[Start of Attachment]
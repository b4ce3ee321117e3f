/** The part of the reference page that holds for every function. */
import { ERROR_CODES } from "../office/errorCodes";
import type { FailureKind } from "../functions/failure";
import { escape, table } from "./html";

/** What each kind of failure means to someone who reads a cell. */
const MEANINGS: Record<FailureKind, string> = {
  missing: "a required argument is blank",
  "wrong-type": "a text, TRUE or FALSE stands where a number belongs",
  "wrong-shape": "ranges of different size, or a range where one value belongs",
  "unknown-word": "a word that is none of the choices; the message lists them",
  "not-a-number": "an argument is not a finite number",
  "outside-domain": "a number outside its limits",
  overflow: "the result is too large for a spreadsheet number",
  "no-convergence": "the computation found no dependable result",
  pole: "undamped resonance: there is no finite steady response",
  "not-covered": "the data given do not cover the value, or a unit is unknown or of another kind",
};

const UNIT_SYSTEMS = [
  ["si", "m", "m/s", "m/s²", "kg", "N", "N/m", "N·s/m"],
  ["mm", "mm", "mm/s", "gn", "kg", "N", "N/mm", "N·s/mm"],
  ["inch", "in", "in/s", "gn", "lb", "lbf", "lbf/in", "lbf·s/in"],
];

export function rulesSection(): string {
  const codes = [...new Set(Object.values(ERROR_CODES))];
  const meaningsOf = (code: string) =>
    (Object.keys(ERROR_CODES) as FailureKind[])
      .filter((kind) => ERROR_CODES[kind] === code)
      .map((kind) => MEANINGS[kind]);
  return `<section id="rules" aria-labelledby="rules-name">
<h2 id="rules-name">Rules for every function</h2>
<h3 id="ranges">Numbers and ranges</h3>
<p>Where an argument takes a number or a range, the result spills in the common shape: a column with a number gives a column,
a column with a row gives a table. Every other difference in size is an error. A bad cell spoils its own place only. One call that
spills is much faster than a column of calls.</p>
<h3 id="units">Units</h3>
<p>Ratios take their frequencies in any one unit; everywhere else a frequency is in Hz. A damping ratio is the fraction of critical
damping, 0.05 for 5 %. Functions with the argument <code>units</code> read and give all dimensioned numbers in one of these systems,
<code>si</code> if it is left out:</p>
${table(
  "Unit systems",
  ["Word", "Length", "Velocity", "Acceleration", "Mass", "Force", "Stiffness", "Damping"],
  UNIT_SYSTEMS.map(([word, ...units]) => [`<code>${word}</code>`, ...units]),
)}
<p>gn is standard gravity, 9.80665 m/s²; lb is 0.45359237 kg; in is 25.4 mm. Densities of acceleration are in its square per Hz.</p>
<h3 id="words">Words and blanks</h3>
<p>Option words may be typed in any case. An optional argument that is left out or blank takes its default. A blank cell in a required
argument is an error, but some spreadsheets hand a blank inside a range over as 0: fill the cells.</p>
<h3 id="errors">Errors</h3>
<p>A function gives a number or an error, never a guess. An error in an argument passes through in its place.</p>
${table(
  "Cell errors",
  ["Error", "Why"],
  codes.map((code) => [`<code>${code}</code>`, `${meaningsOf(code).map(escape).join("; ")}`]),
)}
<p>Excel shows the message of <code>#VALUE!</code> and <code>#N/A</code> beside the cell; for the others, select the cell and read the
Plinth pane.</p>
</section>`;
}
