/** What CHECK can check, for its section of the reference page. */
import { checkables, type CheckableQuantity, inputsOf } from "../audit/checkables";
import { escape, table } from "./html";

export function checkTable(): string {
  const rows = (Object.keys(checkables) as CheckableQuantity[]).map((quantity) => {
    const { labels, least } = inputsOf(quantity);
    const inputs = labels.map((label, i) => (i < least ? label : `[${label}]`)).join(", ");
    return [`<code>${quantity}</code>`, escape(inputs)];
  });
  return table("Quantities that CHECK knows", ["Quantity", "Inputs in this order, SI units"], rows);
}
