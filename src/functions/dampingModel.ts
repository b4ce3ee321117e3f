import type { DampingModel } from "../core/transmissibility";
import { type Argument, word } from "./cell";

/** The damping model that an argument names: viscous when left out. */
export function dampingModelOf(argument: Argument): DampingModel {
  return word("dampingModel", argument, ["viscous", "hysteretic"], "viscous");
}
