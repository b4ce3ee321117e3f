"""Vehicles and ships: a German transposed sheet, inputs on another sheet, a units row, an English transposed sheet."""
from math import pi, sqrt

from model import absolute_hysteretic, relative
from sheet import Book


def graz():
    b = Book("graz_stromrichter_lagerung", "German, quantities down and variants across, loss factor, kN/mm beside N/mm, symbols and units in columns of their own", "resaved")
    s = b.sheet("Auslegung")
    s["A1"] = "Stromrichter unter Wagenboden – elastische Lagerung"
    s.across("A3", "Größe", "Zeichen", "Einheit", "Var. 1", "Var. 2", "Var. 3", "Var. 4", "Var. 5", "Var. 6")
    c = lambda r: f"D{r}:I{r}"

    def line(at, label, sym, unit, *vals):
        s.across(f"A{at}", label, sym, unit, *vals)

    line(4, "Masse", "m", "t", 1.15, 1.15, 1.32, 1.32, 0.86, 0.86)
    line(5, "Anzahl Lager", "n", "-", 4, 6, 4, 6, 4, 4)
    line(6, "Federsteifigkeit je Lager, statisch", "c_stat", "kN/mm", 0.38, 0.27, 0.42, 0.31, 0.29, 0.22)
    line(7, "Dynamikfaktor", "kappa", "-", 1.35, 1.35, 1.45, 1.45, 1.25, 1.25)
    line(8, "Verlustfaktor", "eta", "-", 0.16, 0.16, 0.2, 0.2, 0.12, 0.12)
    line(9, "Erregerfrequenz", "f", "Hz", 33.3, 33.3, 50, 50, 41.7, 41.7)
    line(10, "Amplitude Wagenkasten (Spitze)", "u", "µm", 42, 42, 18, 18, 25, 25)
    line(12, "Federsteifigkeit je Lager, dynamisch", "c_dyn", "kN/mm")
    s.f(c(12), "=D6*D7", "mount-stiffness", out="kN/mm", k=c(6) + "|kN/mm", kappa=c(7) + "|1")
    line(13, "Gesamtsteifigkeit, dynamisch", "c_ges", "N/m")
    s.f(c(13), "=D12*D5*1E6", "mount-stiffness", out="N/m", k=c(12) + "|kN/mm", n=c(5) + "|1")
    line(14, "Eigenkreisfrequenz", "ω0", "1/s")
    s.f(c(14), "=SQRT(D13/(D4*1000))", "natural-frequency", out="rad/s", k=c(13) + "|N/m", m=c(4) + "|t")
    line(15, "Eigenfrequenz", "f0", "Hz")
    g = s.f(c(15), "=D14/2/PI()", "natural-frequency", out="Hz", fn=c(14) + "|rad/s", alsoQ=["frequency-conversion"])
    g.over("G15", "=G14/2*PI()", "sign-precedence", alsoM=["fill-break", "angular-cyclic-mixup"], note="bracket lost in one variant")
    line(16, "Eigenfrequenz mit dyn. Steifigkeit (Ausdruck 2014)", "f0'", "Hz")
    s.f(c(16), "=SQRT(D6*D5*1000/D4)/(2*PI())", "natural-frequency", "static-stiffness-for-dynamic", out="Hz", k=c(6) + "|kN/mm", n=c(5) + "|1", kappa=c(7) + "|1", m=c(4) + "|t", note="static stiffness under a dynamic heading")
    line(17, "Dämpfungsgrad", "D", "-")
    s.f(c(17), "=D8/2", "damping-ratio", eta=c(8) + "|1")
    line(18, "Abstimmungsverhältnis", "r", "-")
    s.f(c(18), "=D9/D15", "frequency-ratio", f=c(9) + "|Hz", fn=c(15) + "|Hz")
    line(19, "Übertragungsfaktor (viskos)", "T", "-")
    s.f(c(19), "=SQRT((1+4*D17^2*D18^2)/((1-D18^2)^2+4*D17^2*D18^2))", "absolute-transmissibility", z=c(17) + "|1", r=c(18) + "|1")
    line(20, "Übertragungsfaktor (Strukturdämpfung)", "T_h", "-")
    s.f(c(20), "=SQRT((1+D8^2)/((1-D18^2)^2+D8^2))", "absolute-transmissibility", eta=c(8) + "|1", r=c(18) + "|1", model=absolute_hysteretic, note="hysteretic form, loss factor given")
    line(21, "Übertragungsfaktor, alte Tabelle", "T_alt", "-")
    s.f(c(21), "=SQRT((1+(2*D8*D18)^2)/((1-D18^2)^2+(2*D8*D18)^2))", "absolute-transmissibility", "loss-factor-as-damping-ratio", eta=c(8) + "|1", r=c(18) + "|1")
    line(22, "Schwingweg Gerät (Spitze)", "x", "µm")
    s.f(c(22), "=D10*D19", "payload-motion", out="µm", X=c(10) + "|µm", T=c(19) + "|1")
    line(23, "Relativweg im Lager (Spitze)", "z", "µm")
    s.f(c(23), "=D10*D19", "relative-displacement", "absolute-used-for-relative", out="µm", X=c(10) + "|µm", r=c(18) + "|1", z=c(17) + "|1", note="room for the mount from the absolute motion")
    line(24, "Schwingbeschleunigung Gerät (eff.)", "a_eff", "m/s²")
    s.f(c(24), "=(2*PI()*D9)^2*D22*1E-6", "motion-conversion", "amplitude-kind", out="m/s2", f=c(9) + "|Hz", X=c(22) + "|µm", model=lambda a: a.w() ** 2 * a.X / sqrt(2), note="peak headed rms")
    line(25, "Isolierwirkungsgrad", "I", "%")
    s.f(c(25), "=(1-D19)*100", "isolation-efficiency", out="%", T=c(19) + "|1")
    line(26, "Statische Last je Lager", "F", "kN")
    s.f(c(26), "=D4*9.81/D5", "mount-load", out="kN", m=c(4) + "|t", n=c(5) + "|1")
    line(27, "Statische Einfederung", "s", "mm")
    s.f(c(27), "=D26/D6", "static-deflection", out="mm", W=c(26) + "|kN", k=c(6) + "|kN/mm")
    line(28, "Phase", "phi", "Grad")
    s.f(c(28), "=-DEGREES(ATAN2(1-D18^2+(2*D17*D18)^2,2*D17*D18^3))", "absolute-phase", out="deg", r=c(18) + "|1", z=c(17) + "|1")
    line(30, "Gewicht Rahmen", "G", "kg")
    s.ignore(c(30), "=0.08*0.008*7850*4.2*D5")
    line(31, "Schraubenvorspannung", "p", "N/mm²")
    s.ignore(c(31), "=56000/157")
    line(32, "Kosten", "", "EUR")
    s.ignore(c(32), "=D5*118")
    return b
[End of Attachment]
TASK DESCRIPTION: Wherever the line holding "this order, SI" falls in the entries above, copy exactly from it through the line holding "6, 4, 6, 4, 4)", inclusive, and add nothing.

EXPECTED ANSWER:
  return table("Quantities that CHECK knows", ["Quantity", "Inputs in this order, SI units"], rows);
}
filename src/functions/dampingModel.ts
repository b4ce3ee321117e3f
import type { DampingModel } from "../core/transmissibility";
import { type Argument, word } from "./cell";

/** The damping model that an argument names: viscous when left out. */
export function dampingModelOf(argument: Argument): DampingModel {
  return word("dampingModel", argument, ["viscous", "hysteretic"], "viscous");
}
repository b4ce3ee321117e3f
"""Vehicles and ships: a German transposed sheet, inputs on another sheet, a units row, an English transposed sheet."""
from math import pi, sqrt

from model import absolute_hysteretic, relative
from sheet import Book


def graz():
    b = Book("graz_stromrichter_lagerung", "German, quantities down and variants across, loss factor, kN/mm beside N/mm, symbols and units in columns of their own", "resaved")
    s = b.sheet("Auslegung")
    s["A1"] = "Stromrichter unter Wagenboden – elastische Lagerung"
    s.across("A3", "Größe", "Zeichen", "Einheit", "Var. 1", "Var. 2", "Var. 3", "Var. 4", "Var. 5", "Var. 6")
    c = lambda r: f"D{r}:I{r}"

    def line(at, label, sym, unit, *vals):
        s.across(f"A{at}", label, sym, unit, *vals)

    line(4, "Masse", "m", "t", 1.15, 1.15, 1.32, 1.32, 0.86, 0.86)
    line(5, "Anzahl Lager", "n", "-", 4, 6, 4, 6, 4, 4)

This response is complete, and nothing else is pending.